First of all, contrary to popular belief, Cooke himself was not a Tory. Cooke actually said ‘the time was when I would have been a Whig…when Whiggery would have abhorred the serpent of infidelity’; however, Cooke could no longer be a Whig because ‘the foul serpent has coiled itself around Whiggery.’ So Cooke identified himself with an older, non-radical form of Whiggery. Moreover, he explicitly denied that he was a Tory: ‘Neither am I a Tory…have they some things about them, as a political party, which I dare not adopt or approve.’ 

What then was Cooke’s political philosophy if not modern Whiggery or Toryism? Cooke answered this when he said ‘whilst I reject alike the name of Whig or Tory, I decidedly avow myself a Conservative.’ Cooke may well be described as a Conservative Whig because he was certainly not a reactionary, being in favour of ‘whatever party shall pursue reform without destruction; whatever party shall adopt as its motto “popular liberty” without licentious anarchy.’ That is why Cooke’s biographer J.L. Porter claimed that his political creed was not Toryism, and Cooke’s enemies had ‘fixed upon it that opprobrious name, so as to make it distasteful to Presbyterians.’ 

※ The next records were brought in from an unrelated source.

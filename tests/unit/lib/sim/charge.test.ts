import { describe, expect, it } from "vitest";
import { runTran } from "./helpers";

/** Depletion charge Cj0·Vj/(1−m)·[1 − (1 − V/Vj)^{1−m}] (docs/references.md §1.4, valid below Fc·Vj). */
const qj = (v: number, cj0: number, vj: number, m: number) => ((cj0 * vj) / (1 - m)) * (1 - Math.pow(1 - v / vj, 1 - m));

describe("nonlinear junction charge is conserved in transient (charges integrated, not C·dv/dt; docs/references.md §1.4)", () => {
  it("a diode's depletion capacitance charged to −5 V: ∫ i dt = Q(−5 V) − Q(0)", () => {
    const model = { Is: 1e-14, Cj0: 10e-12, Vj: 0.7, m: 0.5 };
    const r = runTran({
      elements: [
        { kind: "vsource", name: "V1", nodes: ["in", "0"], wave: { shape: "pwl", points: [[0, 0], [1e-7, 0], [2e-7, -5]] } },
        { kind: "resistor", name: "R1", nodes: ["in", "a"], value: 10e3 },
        { kind: "diode", name: "D1", nodes: ["a", "0"], model },
      ],
      analysis: { kind: "tran", tStop: 5e-6 },
      options: { gmin: 0, reltol: 1e-6 },
    });
    let q = 0;
    for (let i = 1; i < r.time.length; i++) q += 0.5 * (r.currents.D1[i] + r.currents.D1[i - 1]) * (r.time[i] - r.time[i - 1]);
    const expected = qj(-5, model.Cj0, model.Vj, model.m) - qj(0, model.Cj0, model.Vj, model.m);
    expect(r.nodes.a[r.time.length - 1]).toBeCloseTo(-5, 6);
    expect(q / expected).toBeCloseTo(1, 3);
  });

  it("a BJT's base charge (Cje + Cjc + τF·IF) returns to zero over a pulse: net base charge ≈ 0", () => {
    const r = runTran({
      elements: [
        { kind: "vsource", name: "VCC", nodes: ["vcc", "0"], dc: 10 },
        { kind: "resistor", name: "RC", nodes: ["vcc", "c"], value: 1e3 },
        { kind: "vsource", name: "VIN", nodes: ["in", "0"], wave: { shape: "pulse", low: 0, high: 3, delay: 1e-6, rise: 10e-9, fall: 10e-9, width: 2e-6, period: null } },
        { kind: "resistor", name: "RB", nodes: ["in", "b"], value: 10e3 },
        { kind: "bjt", name: "Q1", nodes: ["c", "b", "0"], model: { Is: 1e-15, betaF: 100, Cje0: 5e-12, Cjc0: 2e-12, tauF: 1e-9 } },
      ],
      analysis: { kind: "tran", tStop: 20e-6 },
      options: { reltol: 1e-5 },
    });
    // the transistor switched on (saturated) during the pulse and back off afterwards
    let vmin = Infinity;
    for (let i = 0; i < r.time.length; i++) vmin = Math.min(vmin, r.nodes.c[i]);
    expect(vmin).toBeLessThan(0.3);
    expect(r.nodes.c[r.time.length - 1]).toBeCloseTo(10, 3);
    // Charge balance at the base: the current into the base minus the static (recombination) base current of the
    // transport equations (docs/references.md §1.2, evaluated here from the node voltages) is dQ/dt of the junction and
    // diffusion charges; over the pulse it rises to the stored charge and returns to zero, because the charges are
    // functions of the (equal) initial and final junction voltages.
    const vt = (1.380649e-23 * 300.15) / 1.602176634e-19;
    const is = 1e-15;
    const ibStatic = (k: number) => {
      const vb = r.nodes.b[k], vc = r.nodes.c[k];
      return (is / 100) * (Math.exp(vb / vt) - 1) + is * (Math.exp((vb - vc) / vt) - 1);
    };
    const dq = (k: number) => (r.nodes.in[k] - r.nodes.b[k]) / 10e3 - ibStatic(k);
    let q = 0, qMax = 0;
    for (let i = 1; i < r.time.length; i++) {
      q += 0.5 * (dq(i) + dq(i - 1)) * (r.time[i] - r.time[i - 1]);
      qMax = Math.max(qMax, q);
    }
    // stored charge is at least the collector-junction swing: Cjc·ΔVbc ≈ 2 pF × 10 V
    expect(qMax).toBeGreaterThan(10e-12);
    expect(Math.abs(q)).toBeLessThan(0.02 * qMax);
  });
});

However, regardless of whether or not Cooke was a Tory, many of his colleagues, such as John Barnett who had been one of his most ardent supporters in the fight against Arianism, disapproved of his Conservatism and his opposition to the political, ecclesiastical and educational reforms of the Whig government after 1832. When Presbyterians later agitated for tenant rights, Cooke bemoaned the ‘perfect Communist interpretations’ advanced by some ministers. So while Cooke had won the battle against theological radicalism within the Synod, he was evidently not successful in promoting his conservative political views.

With regard to Cooke’s pan-Protestantism, he urged union among evangelical Protestants to combat ‘the priesthood and laity of Rome, the Socinian, and the Infidel.’ Despite the differences between Anglicans and Presbyterians, Cooke believed that the days of bitter conflict between the two sects should be confined to the past, as the days of Laudian Prelacy were long gone. 

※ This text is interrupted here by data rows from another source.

/**
 * Where the schematic's texts collide, measured in the rendered SVG (run inside the page with `page.evaluate`).
 *
 * Every `<text>` is a box: its `getBBox()` (the font's full ascent-to-descent box, not the ink) taken through the
 * element's transform into the root SVG's viewBox units (getScreenCTM of the element, then the inverse of the root's).
 * Every drawn shape is geometry in the same units: lines, polylines and polygon/rect edges as segments, circles and
 * ellipses as 64-sided polygons, paths sampled every 0.5 unit along their length; a segment is as wide as its
 * computed stroke, and a filled shape (a resistor's body, the op-amp's triangle, a junction dot) is solid inside.
 * The transparent selection highlight of each part is not drawn and is left out.
 *
 * A text must not overlap another text, a wire or a symbol, and must lie inside the viewBox. A symbol's own marks
 * (the op-amp's + and −, its V+ and V− pins, a source's +; `data-symbol` on their group) are texts too, checked
 * against everything but the symbol they belong to.
 *
 * Tolerance: {@link OVERLAP_TOLERANCE}, in viewBox units (one unit is one CSS pixel when the schematic is drawn
 * 590 px wide). It forgives sub-pixel differences in font metrics and anti-aliasing between machines, never a stroke
 * through a label: a stroke is at least 1.2 units wide.
 *
 * The function is self-contained (no imports, no helpers outside its body) because Playwright sends its source text
 * to the page.
 */

/** How far a text's box may run into another box or a stroke before it counts as an overlap, viewBox units. */
export const OVERLAP_TOLERANCE = 0.5;

/** Arguments of {@link schematicOverlaps}: the root SVG's selector and the tolerance. */
export interface OverlapQuery {
  selector: string;
  tolerance: number;
}

/** Runs in the page: one line per collision, naming the texts (and the shape) involved; empty when none collide. */
export function schematicOverlaps({ selector, tolerance }: OverlapQuery): string[] {
  type Pt = { x: number; y: number };
  type Box = { x0: number; y0: number; x1: number; y1: number };
  type Shape = { what: string; owner: Element; segs: [Pt, Pt][]; halfWidth: number; area: Pt[] | null };

  const svg = document.querySelector(selector) as SVGSVGElement | null;
  if (!svg) return [`no SVG matches ${selector}`];
  const rootInv = (svg.getScreenCTM() as DOMMatrix).inverse();
  const toRoot = (el: SVGGraphicsElement) => rootInv.multiply(el.getScreenCTM() as DOMMatrix);
  const apply = (m: DOMMatrix, x: number, y: number): Pt => {
    const p = new DOMPoint(x, y).matrixTransform(m);
    return { x: p.x, y: p.y };
  };
  const r1 = (v: number) => Math.round(v * 10) / 10;
  const fmt = (p: Pt) => `(${r1(p.x)}, ${r1(p.y)})`;
  const visible = (c: string) => c !== "none" && c !== "transparent" && !/^rgba\(.*,\s*0\)$/.test(c);

  const partOf = (el: Element) => el.closest("[data-part]")?.getAttribute("data-part");
  const symbolOf = (el: Element) => el.closest("[data-symbol]")?.getAttribute("data-symbol");
  /** A text in words: its content and the part it belongs to (a symbol's mark or an operating-point tag says so). */
  const textName = (el: Element) => {
    const part = partOf(el), symbol = symbolOf(el);
    const tag = el.closest('[data-testid="op-tag"]') ? " (operating-point tag)" : "";
    return `"${(el.textContent ?? "").trim()}"${symbol ? ` (${symbol} mark)` : ""}${tag}${part ? ` of ${part}` : ""}`;
  };
  /** A shape in words: the symbol it is drawn in (and its element), or a wire; and the part it belongs to. */
  const shapeName = (el: Element) => {
    const part = partOf(el), symbol = symbolOf(el);
    const what = symbol === "wire" ? "wire" : symbol ? `${symbol} (${el.tagName.toLowerCase()})` : el.tagName.toLowerCase();
    return `${what}${part ? ` of ${part}` : ""}`;
  };

  // --- texts ---
  const texts: { name: string; el: SVGTextElement; box: Box; symbol: Element | null }[] = [];
  for (const el of svg.querySelectorAll("text")) {
    const t = el as SVGTextElement;
    const b = t.getBBox();
    if (b.width === 0 || b.height === 0) continue;
    const m = toRoot(t);
    const c = [apply(m, b.x, b.y), apply(m, b.x + b.width, b.y), apply(m, b.x, b.y + b.height), apply(m, b.x + b.width, b.y + b.height)];
    texts.push({
      name: textName(t),
      el: t,
      box: { x0: Math.min(...c.map((p) => p.x)), y0: Math.min(...c.map((p) => p.y)), x1: Math.max(...c.map((p) => p.x)), y1: Math.max(...c.map((p) => p.y)) },
      symbol: t.closest("[data-symbol]"),
    });
  }

  // --- shapes ---
  const shapes: Shape[] = [];
  const ring = (pts: Pt[]): [Pt, Pt][] => pts.map((p, i) => [p, pts[(i + 1) % pts.length]] as [Pt, Pt]);
  const chain = (pts: Pt[]): [Pt, Pt][] => pts.slice(1).map((p, i) => [pts[i], p] as [Pt, Pt]);
  for (const el of svg.querySelectorAll("line, polyline, polygon, rect, circle, ellipse, path")) {
    const g = el as SVGGeometryElement;
    if (el.matches("rect.hl")) continue;
    const style = getComputedStyle(el);
    if (style.display === "none" || style.visibility === "hidden") continue;
    const stroked = visible(style.stroke) && Number.parseFloat(style.strokeWidth) > 0;
    const filled = visible(style.fill) && Number.parseFloat(style.fillOpacity || "1") > 0;
    if (!stroked && !filled) continue;
    const m = toRoot(g);
    let outline: Pt[] = [];
    let closed = true;
    const tag = el.tagName.toLowerCase();
    if (tag === "line") {
      const l = el as SVGLineElement;
      outline = [apply(m, l.x1.baseVal.value, l.y1.baseVal.value), apply(m, l.x2.baseVal.value, l.y2.baseVal.value)];
      closed = false;
    } else if (tag === "polyline" || tag === "polygon") {
      outline = [...(el as SVGPolylineElement).points].map((p) => apply(m, p.x, p.y));
      closed = tag === "polygon";
    } else if (tag === "rect") {
      const r = el as SVGRectElement;
      const [x, y, w, h] = [r.x.baseVal.value, r.y.baseVal.value, r.width.baseVal.value, r.height.baseVal.value];
      outline = [apply(m, x, y), apply(m, x + w, y), apply(m, x + w, y + h), apply(m, x, y + h)];
    } else if (tag === "circle" || tag === "ellipse") {
      const c = el as SVGEllipseElement & SVGCircleElement;
      const cx = c.cx.baseVal.value, cy = c.cy.baseVal.value;
      const rx = tag === "circle" ? c.r.baseVal.value : c.rx.baseVal.value;
      const ry = tag === "circle" ? c.r.baseVal.value : c.ry.baseVal.value;
      for (let i = 0; i < 64; i++) outline.push(apply(m, cx + rx * Math.cos((i / 64) * 2 * Math.PI), cy + ry * Math.sin((i / 64) * 2 * Math.PI)));
    } else {
      // a path: sampled along its length; a jump between samples is a move to a new subpath, not a stroke
      const p = el as SVGPathElement;
      const len = p.getTotalLength();
      const step = 0.5;
      let run: Pt[] = [];
      let last: DOMPoint | null = null;
      for (let s = 0; s <= len + step / 2; s += step) {
        const q = p.getPointAtLength(Math.min(s, len));
        if (last && Math.hypot(q.x - last.x, q.y - last.y) > 2 * step) {
          if (stroked && run.length > 1) shapes.push({ what: shapeName(el), owner: el, segs: chain(run), halfWidth: Number.parseFloat(style.strokeWidth) / 2, area: null });
          run = [];
        }
        run.push(apply(m, q.x, q.y));
        last = q;
      }
      if (stroked && run.length > 1) shapes.push({ what: shapeName(el), owner: el, segs: chain(run), halfWidth: Number.parseFloat(style.strokeWidth) / 2, area: null });
      continue;
    }
    shapes.push({
      what: shapeName(el),
      owner: el,
      segs: stroked ? (closed ? ring(outline) : chain(outline)) : [],
      halfWidth: stroked ? Number.parseFloat(style.strokeWidth) / 2 : 0,
      area: filled && closed && outline.length > 2 ? outline : null,
    });
  }

  // --- geometry ---
  const shrink = (b: Box, d: number): Box => ({ x0: b.x0 + d, y0: b.y0 + d, x1: b.x1 - d, y1: b.y1 - d });
  const inside = (p: Pt, b: Box) => p.x >= b.x0 && p.x <= b.x1 && p.y >= b.y0 && p.y <= b.y1;
  const cross = (a: Pt, b: Pt, c: Pt) => (b.x - a.x) * (c.y - a.y) - (b.y - a.y) * (c.x - a.x);
  const segsCross = (p: Pt, q: Pt, r: Pt, s: Pt) => cross(p, q, r) * cross(p, q, s) < 0 && cross(r, s, p) * cross(r, s, q) < 0;
  const pointSeg = (p: Pt, a: Pt, b: Pt) => {
    const dx = b.x - a.x, dy = b.y - a.y;
    const l2 = dx * dx + dy * dy;
    const t = l2 === 0 ? 0 : Math.max(0, Math.min(1, ((p.x - a.x) * dx + (p.y - a.y) * dy) / l2));
    return Math.hypot(p.x - (a.x + t * dx), p.y - (a.y + t * dy));
  };
  const pointBox = (p: Pt, b: Box) => Math.hypot(Math.max(b.x0 - p.x, 0, p.x - b.x1), Math.max(b.y0 - p.y, 0, p.y - b.y1));
  const corners = (b: Box): Pt[] => [{ x: b.x0, y: b.y0 }, { x: b.x1, y: b.y0 }, { x: b.x1, y: b.y1 }, { x: b.x0, y: b.y1 }];
  /** Distance from a segment to a box (0 when it enters it). */
  const segBox = (a: Pt, b: Pt, box: Box) => {
    if (inside(a, box) || inside(b, box)) return 0;
    const c = corners(box);
    for (let i = 0; i < 4; i++) if (segsCross(a, b, c[i], c[(i + 1) % 4])) return 0;
    return Math.min(pointBox(a, box), pointBox(b, box), ...c.map((p) => pointSeg(p, a, b)));
  };
  const inPolygon = (p: Pt, poly: Pt[]) => {
    let odd = false;
    for (let i = 0, j = poly.length - 1; i < poly.length; j = i++) {
      const a = poly[i], b = poly[j];
      if (a.y > p.y !== b.y > p.y && p.x < ((b.x - a.x) * (p.y - a.y)) / (b.y - a.y) + a.x) odd = !odd;
    }
    return odd;
  };
  /** A box and a filled polygon share area: a corner of one inside the other, or their edges cross. */
  const boxArea = (box: Box, poly: Pt[]) =>
    corners(box).some((p) => inPolygon(p, poly)) ||
    poly.some((p) => inside(p, box)) ||
    ring(poly).some(([a, b]) => segBox(a, b, box) === 0);

  // --- the checks ---
  const found: string[] = [];
  const view = svg.viewBox.baseVal;
  for (const t of texts) {
    const b = shrink(t.box, tolerance);
    if (b.x0 < view.x || b.y0 < view.y || b.x1 > view.x + view.width || b.y1 > view.y + view.height) {
      found.push(`${t.name} runs outside the drawing: box ${fmt({ x: t.box.x0, y: t.box.y0 })}–${fmt({ x: t.box.x1, y: t.box.y1 })}`);
    }
  }
  for (let i = 0; i < texts.length; i++) {
    for (let j = i + 1; j < texts.length; j++) {
      const a = shrink(texts[i].box, tolerance / 2), b = shrink(texts[j].box, tolerance / 2);
      if (a.x0 < b.x1 && b.x0 < a.x1 && a.y0 < b.y1 && b.y0 < a.y1) {
        found.push(`${texts[i].name} overlaps the text ${texts[j].name}`);
      }
    }
  }
  for (const t of texts) {
    const b = shrink(t.box, tolerance);
    for (const s of shapes) {
      if (t.symbol && t.symbol.contains(s.owner)) continue;
      let hit: Pt[] | null = null;
      for (const [p, q] of s.segs) {
        if (segBox(p, q, b) < s.halfWidth) {
          hit = [p, q];
          break;
        }
      }
      if (hit) {
        found.push(`${t.name} is crossed by the ${s.what} ${fmt(hit[0])}–${fmt(hit[1])}`);
      } else if (s.area && boxArea(b, s.area)) {
        found.push(`${t.name} lies on the ${s.what}`);
      }
    }
  }
  return found;
}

Cooke saw attempts to disestablish the Church of Ireland as popish attacks upon Protestantism; this culminated in the rather strange spectacle of a Presbyterian minister speaking at Hillsborough in 1834, before Tories and Orangemen, in defence of the Anglican establishment. However, Cooke was not speaking as a representative of the Synod of Ulster, and many of his colleagues bitterly opposed his support for church ascendancy as Ulster Presbyterianism was moving in a more strictly denominational direction. Cooke’s most thorough critic was his ally against Arianism D.G. Brown, who now condemned the ‘monstrous union of presbytery and prelacy’ which Cooke was proposing. 

Yet despite his idiosyncrasy, Cooke’s political theory and pan-Protestantism was never officially repudiated by the Synod, which perhaps highlights the political latitudinarianism of Ulster Presbyterianism at the time.


----------



## MW (Dec 6, 2007)

Friends of establishmentarianism will often support the establishment of the Church by State authority even though their particular denomination is not benefitted by it. From a commonwealth point of view, I would not like to see the Church of England disestablished. It would effectively cut the State loose from all Christian obligation. That's also why I support monarchy over republicanism in Australia. It's probably the only institution which bears witness to our Christian past.


----------



## VictorBravo (Dec 6, 2007)

Rev. Winzer, I know this is , but I finally get to use a word my father taught me back when I was learning to read the dictionary: I see that you are an *antidisestablishmentarianist*! 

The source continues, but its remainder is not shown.